Thursday, November 15, 2007

How I lived to be 405 - by Ming the Clam

A clam dredged up off the coast of Iceland is thought to have been the longest-lived animal discovered. Scientists said the mollusk, an ocean quahog clam, was aged between 405 and 410 years and could offer insights into the secrets of longevity.” -- BBC News


People want to know how I lived so long. Was it good genes? Was it luck? Well, I’ll get to that in a second. But first I’d just like to thank Simon & Schuster for their very generous book deal. The book will have to be published posthumously, of course, but I wanted to tell my story. Hopefully--and Oprah, I hope you are listening—it will be a source of inspiration to many readers.

OK. Living to 405 years old is extremely hard work. And by that I mean you have to learn to blend-in and keep your mouth shut. Believe me, that is much more difficult than it sounds. You live to be 405 by keeping steady under pressure and shunning extremes. That also means avoiding religion. I'm I’m just trying to help. And you don’t want to stick your neck out too far because a fish or some other predator may saw it off. I got to 405 and I crushed the previous known age record, which was 220 years, so I know what I’m talking about here, and what we’re not talking about is how to live an interesting or memorable life. Those things are overrated anyway, as far as I am concerned. I’m a clam. What do you want?

I was four hundred and five years old. Just think about that for a second. They named me Ming after the Chinese dynasty in power when I was born. So, I am Ming the Clam, a mollusk who gained fame in death, not in life. Alright. I can live with that. When I was born Shakespeare was writing plays and New York City didn’t even exist. Internal combustion, steel, and plastics were still hundreds of years off. People sailed around in wooden ships, died from plague, and, when they weren’t dying, generally wished they were dead. I’m not sure if things have improved all that much but for some reason you want to live longer and longer. OK, fine. That’s what I’m here for.

If I may be truthful, things were better back then. I mean for clams, not for people. Oh, sure, I know what you’re thinking: here’s another old clam railing against modern society. Fair enough, but my words also carry a certain weight. I made it to 405. How old are you? I spent many a decade hearkening back to when the water was as clean as the newborn sky. There was no oil and hardly a whiff of refuse. But today? Things have gotten so bad I’m glad they dredged me up and killed me by sectioning off my shell and examining me. It was time. I had a good run. I’m not bitter.

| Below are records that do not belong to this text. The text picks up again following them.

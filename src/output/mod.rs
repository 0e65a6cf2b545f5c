//! Result files: atomic writers for CSV, JSON and .npy, and the result
//! folders they go into.
//!
//! Every file is written to a temporary name in the same folder and renamed,
//! so a crash never leaves a half-written file that looks whole. How a
//! result replaces the previous one in its folder, what qheat may and may
//! not remove there, and what an interrupted run leaves is described in
//! [`manifest`].

pub mod manifest;
pub mod memory;
pub mod phonons;
pub mod plots;
pub mod report;
pub mod results;
pub mod schema;
pub mod sizes;
pub mod sweep;

use std::fs;
use std::io::Write;
use std::path::{Path, PathBuf};

pub use manifest::{FolderOptions, OtherFiles, Staging};

/// I/O errors with the path involved.
#[derive(Debug, thiserror::Error)]
pub enum OutputError {
    /// A file or folder operation failed.
    #[error("{action} {path}: {source}")]
    Io {
        /// What was being done.
        action: &'static str,
        /// The path.
        path: PathBuf,
        /// The cause.
        source: std::io::Error,
    },
    /// Encoding a file failed.
    #[error("encoding {path}: {message}")]
    Encode {
        /// The path.
        path: PathBuf,
        /// What went wrong.
        message: String,
    },
    /// Drawing a figure failed or its data cannot be drawn.
    #[error("figure {figure}: {message}")]
    Plot {
        /// The figure (file name or title).
        figure: String,
        /// What went wrong, with the numbers involved.
        message: String,
    },
    /// The result folder holds entries qheat did not write (and the caller
    /// did not allow writing beside them).
    #[error(
        "{}; qheat never removes or overwrites files it did not write",
        manifest::in_the_way_message(dir, entries)
    )]
    InTheWay {
        /// The result folder.
        dir: PathBuf,
        /// The entries in the way, sorted.
        entries: Vec<String>,
    },
    /// The result folder holds a sweep's point store, which this kind of
    /// result would replace.
    #[error(
        "the result folder {} holds the point store {} of a sweep or screen; a {kind} result would replace it, and the store is removed by no command",
        dir.display(),
        store.display()
    )]
    StoreInTheWay {
        /// The result folder.
        dir: PathBuf,
        /// The point store.
        store: PathBuf,
        /// The kind of result that was to be written.
        kind: String,
    },
    /// Another run is writing into the result folder.
    #[error(
        "another qheat run (process {pid}) is writing into {}; if no qheat is running any more, remove {}",
        dir.display(),
        dir.join(format!(".qheat-partial-{pid}")).display()
    )]
    Busy {
        /// The result folder.
        dir: PathBuf,
        /// Process id of the other run.
        pid: u32,
    },
    /// A result folder cannot be reported on.
    #[error("report of {path}: {message}")]
    Report {
        /// The folder.
        path: PathBuf,
        /// What went wrong.
        message: String,
    },
}

pub(crate) fn io<'a>(
    action: &'static str,
    path: &'a Path,
) -> impl FnOnce(std::io::Error) -> OutputError + 'a {
    move |source| OutputError::Io {
        action,
        path: path.to_path_buf(),
        source,
    }
}

/// Write `bytes` to `path` through a temporary file and a rename.
pub fn atomic_write(path: &Path, bytes: &[u8]) -> Result<(), OutputError> {
    let dir = path.parent().unwrap_or(Path::new("."));
    let name = path
        .file_name()
        .map(|n| n.to_string_lossy().into_owned())
        .unwrap_or_default();
    let tmp = dir.join(format!(".{name}.tmp-{}", std::process::id()));
    {
        let mut f = fs::File::create(&tmp).map_err(io("creating", &tmp))?;
        f.write_all(bytes).map_err(io("writing", &tmp))?;
        f.sync_all().map_err(io("syncing", &tmp))?;
    }
    fs::rename(&tmp, path).map_err(io("renaming into place", path))
}

/// A table with named columns (units in the names) written as CSV, every
/// cell a number.
pub fn csv_bytes(headers: &[&str], rows: impl IntoIterator<Item = Vec<f64>>) -> Vec<u8> {
    cells_csv_bytes(
        headers,
        rows.into_iter()
            .map(|r| r.into_iter().map(schema::Cell::Num).collect()),
    )
}

/// A table with named columns written as CSV, each cell formatted by
/// [`schema::Cell::text`].
pub fn cells_csv_bytes(
    headers: &[&str],
    rows: impl IntoIterator<Item = Vec<schema::Cell>>,
) -> Vec<u8> {
    let mut w = csv::Writer::from_writer(Vec::new());
    w.write_record(headers).expect("in-memory CSV");
    for row in rows {
        w.write_record(row.iter().map(schema::Cell::text))
            .expect("in-memory CSV");
    }
    w.into_inner().expect("in-memory CSV")
}

/// `value` with an SI prefix and `digits` significant figures, e.g.
/// `-819.8 nA`; magnitudes below 1e-18 in scientific notation.
pub fn format_si(value: f64, unit: &str, digits: usize) -> String {
    if value == 0.0 {
        return format!("0 {unit}");
    }
    if !value.is_finite() {
        return format!("{value} {unit}");
    }
    const PREFIXES: [(&str, f64); 11] = [
        ("T", 1e12),
        ("G", 1e9),
        ("M", 1e6),
        ("k", 1e3),
        ("", 1.0),
        ("m", 1e-3),
        ("µ", 1e-6),
        ("n", 1e-9),
        ("p", 1e-12),
        ("f", 1e-15),
        ("a", 1e-18),
    ];
    let mag = value.abs();
    let Some((p, scale)) = PREFIXES.iter().copied().find(|(_, s)| mag >= *s * 0.9995) else {
        return format!("{value:.3e} {unit}");
    };
    let scaled = value / scale;
    let int_digits = (scaled.abs().log10().floor() as i64 + 1).max(1) as usize;
    let decimals = digits.saturating_sub(int_digits);
    format!("{scaled:.decimals$} {p}{unit}")
}

/// Text of a number for files and terminals: the shortest decimal that
/// reads back to the same f64, whole numbers without a decimal point, no
/// negative zero, and exponent form only below 1e-4 or from 1e15 on in
/// magnitude; NaN and infinities as `NaN`, `inf`, `-inf`.
pub fn format_number(v: f64) -> String {
    if !v.is_finite() {
        return v.to_string();
    }
    if v == 0.0 {
        return "0".into();
    }
    let mag = v.abs();
    if (1e-4..1e15).contains(&mag) {
        // Display gives the shortest round-trip digits without an exponent.
        format!("{v}")
    } else {
        format!("{v:e}")
    }
}

/// Serialize an array as .npy bytes.
pub fn npy_bytes<A, D>(
    array: &ndarray::ArrayBase<A, D>,
    path: &Path,
) -> Result<Vec<u8>, OutputError>
where
    A: ndarray::Data,
    A::Elem: ndarray_npy::WritableElement,
    D: ndarray::Dimension,
{
    use ndarray_npy::WriteNpyExt;
    let mut buf = Vec::new();
    array.write_npy(&mut buf).map_err(|e| OutputError::Encode {
        path: path.to_path_buf(),
        message: e.to_string(),
    })?;
    Ok(buf)
}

But how do you live to be 405? It’s not about the money. Clams don’t care about money. My book deal isn’t about the money. What would I do with it anyway? I’m dead. All of the proceeds are going to Help the Aged, a UK based charity, dedicated to studying quahog longevity. I guess you could say they want to know what made me tick. Or, how I was able to keep ticking for so long. Well, I’d still be ticking if I hadn’t been dredged up and sectioned off. Maybe there’s a lesson there: don’t get dredged. Ah, but the point I was trying to make is this: there’s more to life than money. Believe me, I heard every cliché in the book. I know them all. But that one was around before me and I think it’s true.

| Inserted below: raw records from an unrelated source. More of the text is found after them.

/// sweep.csv, the figures and summary.json of a sweep.
fn write_sweep(
    run: &mut GridRun,
    electrostatics: bool,
    dir: &Path,
    options: &FolderOptions,
) -> Result<(), SessionError> {
    let (grid, table) = (&run.grid, &run.table);
    let stage = Staging::with_options(dir, options)?;
    stage.write("sweep.csv", &grid_csv(&table.columns, &table.rows))?;
    let quantities = [
        "current_a",
        "heat_current_left_w",
        "heat_current_right_w",
        "lattice_power_w",
        "electrical_power_w",
    ];
    for (name, svg) in crate::output::plots::grid_figures(grid, table, &quantities, "sweep")? {
        stage.write(&name, svg.as_bytes())?;
    }
    run.summary.warm_start = Some(if electrostatics {
        "the potential is solved at every point ([electrostatics]; columns potential_drop_v, outer_iterations, potential_change_ev, poisson_residual); each point starts from the converged potential and self-energy of the previous point along the last axis when the energy grid and device size match".into()
    } else {
        "each point's Born loop starts from the converged self-energy of the previous point along the last axis when the energy grid and device size match".into()
    });
    stage.write("summary.json", to_text(&run.summary).as_bytes())?;
    stage.commit()?;
    Ok(())
}

/// screen.csv, ranking.csv, the figures and summary.json of a screen.
fn write_screen(
    run: &mut GridRun,
    case: &Case,
    task: ScreenTask,
    dir: &Path,
    options: &FolderOptions,
) -> Result<(), SessionError> {
    let rank = task.rank();
    let (grid, table) = (&run.grid, &run.table);
    let order = ranking(table, rank.column())?;
    let stage = Staging::with_options(dir, options)?;
    let (rcols, rrows) = ranking_table(table, &order);
    stage.write("screen.csv", &grid_csv(&table.columns, &table.rows))?;
    stage.write("ranking.csv", &grid_csv(&rcols, &rrows))?;
    for (name, svg) in crate::output::plots::grid_figures(grid, table, &[rank.column()], "screen")?
    {
        stage.write(&name, svg.as_bytes())?;
    }
    if let Some(svg) = crate::output::plots::ranking_figure(grid, table, &order, rank.column())? {
        stage.write("ranking.svg", svg.as_bytes())?;
    }
    let kph_source = match rank {
        Rank::Cooling => None,
        _ => Some(crate::sweep::screen::phonon_conductance_source(
            case, &grid.axes,
        )?),
    };
    run.summary.ranking = Some(ranking_summary(grid, table, &order, task, kph_source));
    stage.write("summary.json", to_text(&run.summary).as_bytes())?;
    stage.commit()?;
    run.order = order;
    run.phonon_conductance_source = kph_source;
    Ok(())
}

/// The `ranking` object of summary.json: the five best points.
fn ranking_summary(
    grid: &Grid,
    table: &SweepTable,
    order: &[usize],
    task: ScreenTask,
    kph_source: Option<PhononConductanceSource>,
) -> Ranking {
    let column = task.rank().column();
    let c = table.column(column).expect("ranked column exists");
    Ranking {
        phonon_conductance_source: kph_source,
        rank_by: task,
        ranked_column: column.into(),
        best: order
            .iter()
            .take(5)
            .map(|&i| BestPoint {
                point: i,
                values: grid
                    .names()
                    .into_iter()
                    .zip(table.rows[i].iter().copied())
                    .collect(),
                score: [(column.to_string(), table.rows[i][c])].into(),
            })
            .collect(),
    }
}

I had a nice life down there on the seabed. I had my friends, my family and my health. What else could I ask for? That’s how you live to be 405: enjoy what you have. It’s another cliché but it’s true. We clams never venture very far. Everything we need is right there. You can’t live to be 405 by worrying about everything all the time. What ever is going to happen is going to happen and you can’t control it. One day I was a clam at the bottom of the ocean. The next I was dredged and now I am dead. You just have to roll with it.

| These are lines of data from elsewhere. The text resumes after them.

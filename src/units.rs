//! Physical constants (CODATA 2018 exact SI values) and unit conversions.
//!
//! Every constant of the project lives here. Energies inside the engine are
//! in eV, lengths in nm, temperatures in K; conversions to SI happen only at
//! the edges (currents in A, powers in W).

/// Elementary charge e in C (exact since the 2019 SI).
pub const ELEMENTARY_CHARGE: f64 = 1.602_176_634e-19;
/// Planck constant h in J s (exact).
pub const PLANCK: f64 = 6.626_070_15e-34;
/// Boltzmann constant kB in J/K (exact).
pub const BOLTZMANN: f64 = 1.380_649e-23;
/// Electron rest mass m0 in kg (CODATA 2018).
pub const ELECTRON_MASS: f64 = 9.109_383_701_5e-31;
/// Atomic mass unit u in kg (CODATA 2018).
pub const ATOMIC_MASS_UNIT: f64 = 1.660_539_066_60e-27;

/// Planck constant in eV s.
pub const PLANCK_EV_S: f64 = PLANCK / ELEMENTARY_CHARGE;
/// Reduced Planck constant ħ in J s.
pub const HBAR: f64 = PLANCK / (2.0 * std::f64::consts::PI);
/// Squared angular frequency (rad/ps)² of a spring of 1 N/m on a mass of
/// 1 u: 10⁻²⁴ / u ≈ 602.2, the factor from k/M in (N/m)/u to the unit of the
/// lattice dynamical matrix.
pub const RAD2_PER_PS2_PER_N_PER_M_PER_U: f64 = 1e-24 / ATOMIC_MASS_UNIT;
/// Boltzmann constant in eV/K.
pub const BOLTZMANN_EV_PER_K: f64 = BOLTZMANN / ELEMENTARY_CHARGE;

/// Conductance quantum 2e²/h in S (two spin channels).
pub const CONDUCTANCE_QUANTUM: f64 = 2.0 * ELEMENTARY_CHARGE * ELEMENTARY_CHARGE / PLANCK;

/// Lorenz number L0 = (π²/3)(kB/e)² in W Ω K⁻².
pub const LORENZ_NUMBER: f64 = std::f64::consts::PI * std::f64::consts::PI / 3.0
    * (BOLTZMANN / ELEMENTARY_CHARGE)
    * (BOLTZMANN / ELEMENTARY_CHARGE);

/// ħ²/(2 m0) in eV nm².
pub fn hbar2_over_2m0_ev_nm2() -> f64 {
    HBAR * HBAR / (2.0 * ELECTRON_MASS) / ELEMENTARY_CHARGE * 1e18
}

/// Nearest-neighbour hopping t = ħ²/(2 m* a²) in eV for an effective mass
/// (units of m0) and a lattice spacing in nm.
pub fn hopping_ev(effective_mass: f64, spacing_nm: f64) -> f64 {
    hbar2_over_2m0_ev_nm2() / (effective_mass * spacing_nm * spacing_nm)
}

/// Thermal energy kB T in eV.
pub fn thermal_energy_ev(temperature_k: f64) -> f64 {
    BOLTZMANN_EV_PER_K * temperature_k
}

/// Fermi-Dirac occupation 1/(1 + exp((E − µ)/kB T)), energies in eV.
///
/// Written so that it neither overflows nor loses the exponentially small
/// tail: for large positive arguments it returns exp(−x)/(1 + exp(−x)).
pub fn fermi(energy_ev: f64, fermi_level_ev: f64, temperature_k: f64) -> f64 {
    let x = (energy_ev - fermi_level_ev) / thermal_energy_ev(temperature_k);
    if x > 0.0 {
        let e = (-x).exp();
        e / (1.0 + e)
    } else {
        1.0 / (1.0 + x.exp())
    }
}

/// −∂f/∂E in 1/eV.
pub fn fermi_window(energy_ev: f64, fermi_level_ev: f64, temperature_k: f64) -> f64 {
    let kt = thermal_energy_ev(temperature_k);
    let f = fermi(energy_ev, fermi_level_ev, temperature_k);
    f * (1.0 - f) / kt
}

/// Bose-Einstein occupation 1/(exp(ħω/kB T) − 1) of a mode of energy ħω (eV).
pub fn bose(energy_ev: f64, temperature_k: f64) -> f64 {
    let x = energy_ev / thermal_energy_ev(temperature_k);
    1.0 / x.exp_m1()
}

#[cfg(test)]
mod tests {
    use super::*;

    #[test]
    fn fermi_is_symmetric_and_bounded() {
        for &x in &[-800.0, -3.0, 0.0, 2.0, 900.0] {
            let f = fermi(x * 0.0258, 0.0, 300.0);
            let g = fermi(-x * 0.0258, 0.0, 300.0);
            assert!((0.0..=1.0).contains(&f));
            assert!((f + g - 1.0).abs() < 1e-15);
        }
    }
}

It’s not so bad being dead. Truthfully, I was a little bored after 405 years. I had been eating the same food since Guy Fawkes and there was no end in sight. I’m not bitter. I’m here to help. Just read my book, and heed my warnings. All glory is fleeting. Beware the ides of March. And you can, really, have too much of a good thing. Take frosting for example. It’s a good thing, but if you eat a whole can you’ll wish you were dead. Sometimes I wished I was dead, and now I am. Beware what you wish for. But I’m not bitter. I’m dead, but not bitter. I’ll be honest, you do a lot of thinking when you spend 405 years on the bottom of the ocean. I’ve got a lot to say and it’ll all be in my book, I promise, but I’ll tell you this much: I never thought I’d end up here. Life is a crazy thing.

OK, I'm just about out of time, but remember: it’s hard not to be cynical, but try your best. And relax. OK? You only get so many heartbeats in a lifetime. Try not to waste them on things you don’t really understand or can’t control. Why is everyone worried about God, anyway? How much trouble has that caused? I don’t know what He wants, but I’ll bet He wants you to be kind. And, anyway, you don’t live to be 405 by guessing someone else’s plans. That much I know for sure. Just do the best you can, and let life come to you. You have to do that when you’re a clam, and I lived to be 405. There’s a lesson there. We have a saying back where I come from: pondering divine intentions is a good way to get your neck sawed off by a fish. Think about it. And be kind.